There are two extremes in the class of possible algorithms. One extreme is the deterministic one, where rewrites are done whenever possible, in the order of preference from a list, so that the possible conflicting patterns are always solved in the same way. The other extreme is the purely random one, where patterns are randomly detected and then executed or not acording to a coin toss.

Now, a quine in this world is by definition a graph which has a periodic evolution under the deterministic algorithm.

The interesting thing is that a quine, under the random algorithm, has some nice properties, among them that it has a metabolism, can self-replicate and it can also die.
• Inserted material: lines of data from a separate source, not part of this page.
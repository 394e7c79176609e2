//! The reorder buffer: a fixed-capacity ring of in-flight instructions in
//! program order.
//!
//! Per cycle, dispatch appends at the tail and commit removes from the head;
//! issue and completion update entries in place. Entries are addressed by
//! sequence number (masked to the slot array), which works because sequence numbers
//! are handed out in program order and no wrong-path instruction ever enters.

use crate::rename::{NO_REG, PhysReg};
use overlap_isa::DynInst;

/// "Not known yet" for a cycle field.
pub(crate) const NOT_YET: u64 = u64::MAX;

/// One in-flight instruction.
#[derive(Clone, Copy, Debug)]
pub(crate) struct RobEntry {
    pub inst: DynInst,
    pub seq: u64,
    /// Cycle at which the result is ready (and the instruction may retire).
    pub done: u64,
    pub issued: bool,
    /// Physical sources (`NO_REG` for none).
    pub srcs: [PhysReg; 2],
    /// Physical destination and the mapping it replaced (`NO_REG` for none).
    pub dst: PhysReg,
    pub prev: PhysReg,
    /// Index in the load or store queue for memory operations.
    pub lsq: u64,
    /// The front end mispredicted this control instruction.
    pub mispredicted: bool,
}

impl RobEntry {
    pub(crate) fn new(inst: DynInst, seq: u64) -> RobEntry {
        RobEntry {
            inst,
            seq,
            done: NOT_YET,
            issued: false,
            srcs: [NO_REG; 2],
            dst: NO_REG,
            prev: NO_REG,
            lsq: 0,
            mispredicted: false,
        }
    }
}

/// The reorder buffer.
#[derive(Debug)]
pub(crate) struct Rob {
    /// A power of two long; `capacity` bounds the live entries.
    slots: Vec<Option<RobEntry>>,
    mask: u64,
    capacity: usize,
    head_seq: u64,
    len: usize,
}

impl Rob {
    pub(crate) fn new(capacity: usize) -> Rob {
        let n = capacity.next_power_of_two();
        Rob {
            slots: vec![None; n],
            mask: n as u64 - 1,
            capacity,
            head_seq: 0,
            len: 0,
        }
    }

    pub(crate) fn is_empty(&self) -> bool {
        self.len == 0
    }

    pub(crate) fn is_full(&self) -> bool {
        self.len == self.capacity
    }

    fn slot(&self, seq: u64) -> usize {
        (seq & self.mask) as usize
    }

    /// Append the next instruction in program order.
    pub(crate) fn push(&mut self, entry: RobEntry) {
        debug_assert!(!self.is_full());
        if self.len == 0 {
            self.head_seq = entry.seq;
        }
        debug_assert_eq!(entry.seq, self.head_seq + self.len as u64, "program order");
        let slot = self.slot(entry.seq);
        self.slots[slot] = Some(entry);
        self.len += 1;
    }

    pub(crate) fn head(&self) -> Option<&RobEntry> {
        if self.len == 0 {
            None
        } else {
            self.slots[self.slot(self.head_seq)].as_ref()
        }
    }

    pub(crate) fn pop_head(&mut self) -> RobEntry {
        let slot = self.slot(self.head_seq);
        let e = self.slots[slot].take().expect("head present");
        self.head_seq += 1;
        self.len -= 1;
        e
    }

    pub(crate) fn get(&self, seq: u64) -> &RobEntry {
        self.slots[self.slot(seq)]
            .as_ref()
            .expect("instruction in the window")
    }

    pub(crate) fn get_mut(&mut self, seq: u64) -> &mut RobEntry {
        let slot = self.slot(seq);
        self.slots[slot]
            .as_mut()
            .expect("instruction in the window")
    }

    /// The entries from oldest to youngest.
    pub(crate) fn iter(&self) -> impl Iterator<Item = &RobEntry> {
        (0..self.len as u64).map(move |i| self.get(self.head_seq + i))
    }
}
Here is how a quine dies. Simple situation. Take a chemlambda quine of period 1. Suppose that there are two types of rewrites, the (+) one which turns a pattern of 2 nodes into a pattern of 4 nodes, the other (-) which turns a pattern of 2 nodes into a pattern of 0 nodes (by gluing the 4 remaining dangling links in the graph).

Then each (+) rewrite gives you 4 possible new patterns (one/node) and each (-) rewrite gives you 2 possible new patterns (because you glued two links). Mind that you may get 0 new patterns after a (+) or (-) rewrite, but if you think that a node has an equal chance to be in a (+) pattern or in a (-) pattern, then there is twice as possible that a new pattern comes from a (+) rewrite than from a (-) rewrite.

Suppose that in the list of preferences you always put the (+) type in front of the (-) one. It looks that in this way graphs will tend to grow, right? No!

In a quine of period 1 the number of (+) patterns = number of (-) patterns.

Hence, if you use the random algorithm, the non execution of a (+) rewrite is twice more probable to affect future available rewrites than the non-execution of a (-) rewrite.

In experiments, I noticed lots of quines which die (there are no more rewrites available after a time), some which seem immortal, and no example of a quine which thrives.”